Only the lines below, from the one with "progress : callable(done, total, rate, eta), optional" through the one with "be >= 1, got", are to be written out, exactly.

==== Data to use ====

def run_map(cell, grid: MapGrid, *, jobs: int = 1, dask: str | None = None, chunk_size: int = DEFAULT_CHUNK,
            chunk_dir=None, progress=None) -> MapResult:
    """Evaluate every pose of ``grid`` (see the module docstring).

    Parameters
    ----------
    cell : Cell
    grid : MapGrid
        From ``make_grid``.
    jobs : int
        Worker processes of a local process pool (1: this process). With ``dask="local"``, the
        number of workers of the LocalCluster (default 2 when ``jobs`` is 1).
    dask : str, optional
        A Dask scheduler address (``"tcp://host:8786"``), or ``"local"`` to start a
        ``distributed.LocalCluster`` (one thread per worker process). Needs ``envelope[dask]``.
    chunk_size : int
        Poses per chunk (part of the grid digest: resume needs the same value).
    chunk_dir : path, optional
        Folder for finished chunks; chunks already there with the same digest are not recomputed.
    progress : callable(done, total, rate, eta), optional
        Called after every chunk with poses done, poses in all, poses per second (chunks computed
        in this run) and the estimated seconds left (``nan`` before the first computed chunk).

    Returns
    -------
    MapResult
        The same arrays for every backend, ``jobs`` and resume history.
    """
    if not isinstance(grid, MapGrid):
        raise InputError(f"grid must be a MapGrid from make_grid, got {type(grid).__name__}", item="grid")
    if int(chunk_size) < 1:
        raise InputError(f"chunk size must be >= 1 pose, got {chunk_size}", item="--chunk")
    if int(jobs) < 1:
        raise InputError(f"jobs must be >= 1, got {jobs}", item="--jobs")
    chunk_size, jobs = int(chunk_size), int(jobs)
    t0 = time.perf_counter()
    key = cell_fingerprint(cell)
    digest = grid_digest(cell, grid, chunk_size)
    total = grid.size
    bounds = [(s, min(s + chunk_size, total)) for s in range(0, total, chunk_size)]
    folder = None if chunk_dir is None else Path(chunk_dir)
    parts: dict = {}
    if folder is not None:
        for i, (s, e) in enumerate(bounds):
            r = _load_chunk(folder, i, s, e, digest)
            if r is not None:
                parts[i] = r
    reused = len(parts)
    todo = [i for i in range(len(bounds)) if i not in parts]
    state = {"done": sum(e - s for i, (s, e) in enumerate(bounds) if i in parts), "computed": 0, "t": time.perf_counter()}

    def finished(i, r):
        if folder is not None:
            _save_chunk(folder, i, r, digest)
        parts[i] = r
        state["done"] += r.stop - r.start
        state["computed"] += r.stop - r.start
        if progress is not None:
            dt = time.perf_counter() - state["t"]
            rate = state["computed"] / dt if dt > 0 else float("nan")
            eta = (total - state["done"]) / rate if rate and rate > 0 else float("nan")
            progress(state["done"], total, rate, eta)

    if dask is not None:
        backend = "dask-local" if dask == "local" else "dask"
        _run_dask(cell, grid, bounds, todo, key, dask, jobs, finished)
    elif jobs > 1 and len(todo) > 1:
        backend = f"processes-{jobs}"
        _run_pool(cell, grid, bounds, todo, key, jobs, finished)
    else:
        backend = "serial"
        for i in todo:
            s, e = bounds[i]
            finished(i, evaluate_chunk(cell, grid, s, e, cell_key=key))

    shape = grid.array_shape
    cat = lambda name: np.concatenate([getattr(parts[i], name) for i in range(len(bounds))]).reshape(shape)  # noqa: E731
    return MapResult(
        grid=grid, digest=digest, cell_name=str(getattr(cell, "name", "")), n_solutions=cat("n_solutions"),
        n_within=cat("n_within"), n_clear=cat("n_clear"), best_margin=cat("best_margin").astype(np.float64),
        chunks_computed=len(todo), chunks_reused=reused, seconds=time.perf_counter() - t0, backend=backend,
    )
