import { auditCsvResponse } from "@/app/_server/audit-csv-response";
import { route } from "@/app/_server/route";
import { auditFilterSchema } from "@/lib/review/list-queries";

// GET: the shop's audit log as CSV (same filters as the page: job, outcome, action, q; no paging),
// streamed oldest first. Columns: README.md "Audit log CSV".
export const GET = route({ access: { area: "audit" }, query: auditFilterSchema }, async ({ user, query, db }) =>
  auditCsvResponse(db, user.shopId, query),
);
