function Fields({
  keys,
  form,
  set,
  prefix,
}: {
  keys: SheetField[];
  form: SheetForm;
  set: (f: SheetField, v: string) => void;
  prefix: string;
}) {
  return (
    <div className="mt-3 grid grid-cols-2 gap-4 md:grid-cols-4">
      {keys.map((k) => (
        <SheetNumberField key={k} field={k} form={form} set={set} idPrefix={prefix} />
      ))}
    </div>
  );
}

function Problem({ text, testId }: { text: string; testId?: string }) {
  return (
    <p role="alert" className="mt-3 rounded bg-fail-light px-3 py-2 text-lg font-bold text-fail" data-testid={testId}>
      ✕ {text}
    </p>
  );
}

====

* **Result of the task**
    progress : callable(done, total, rate, eta), optional
        Called after every chunk with poses done, poses in all, poses per second (chunks computed
        in this run) and the estimated seconds left (``nan`` before the first computed chunk).

    Returns
    -------
    MapResult
        The same arrays for every backend, ``jobs`` and resume history.
    """
    if not isinstance(grid, MapGrid):
        raise InputError(f"grid must be a MapGrid from make_grid, got {type(grid).__name__}", item="grid")
    if int(chunk_size) < 1:
        raise InputError(f"chunk size must be >= 1 pose, got {chunk_size}", item="--chunk")
    if int(jobs) < 1:
        raise InputError(f"jobs must be >= 1, got {jobs}", item="--jobs")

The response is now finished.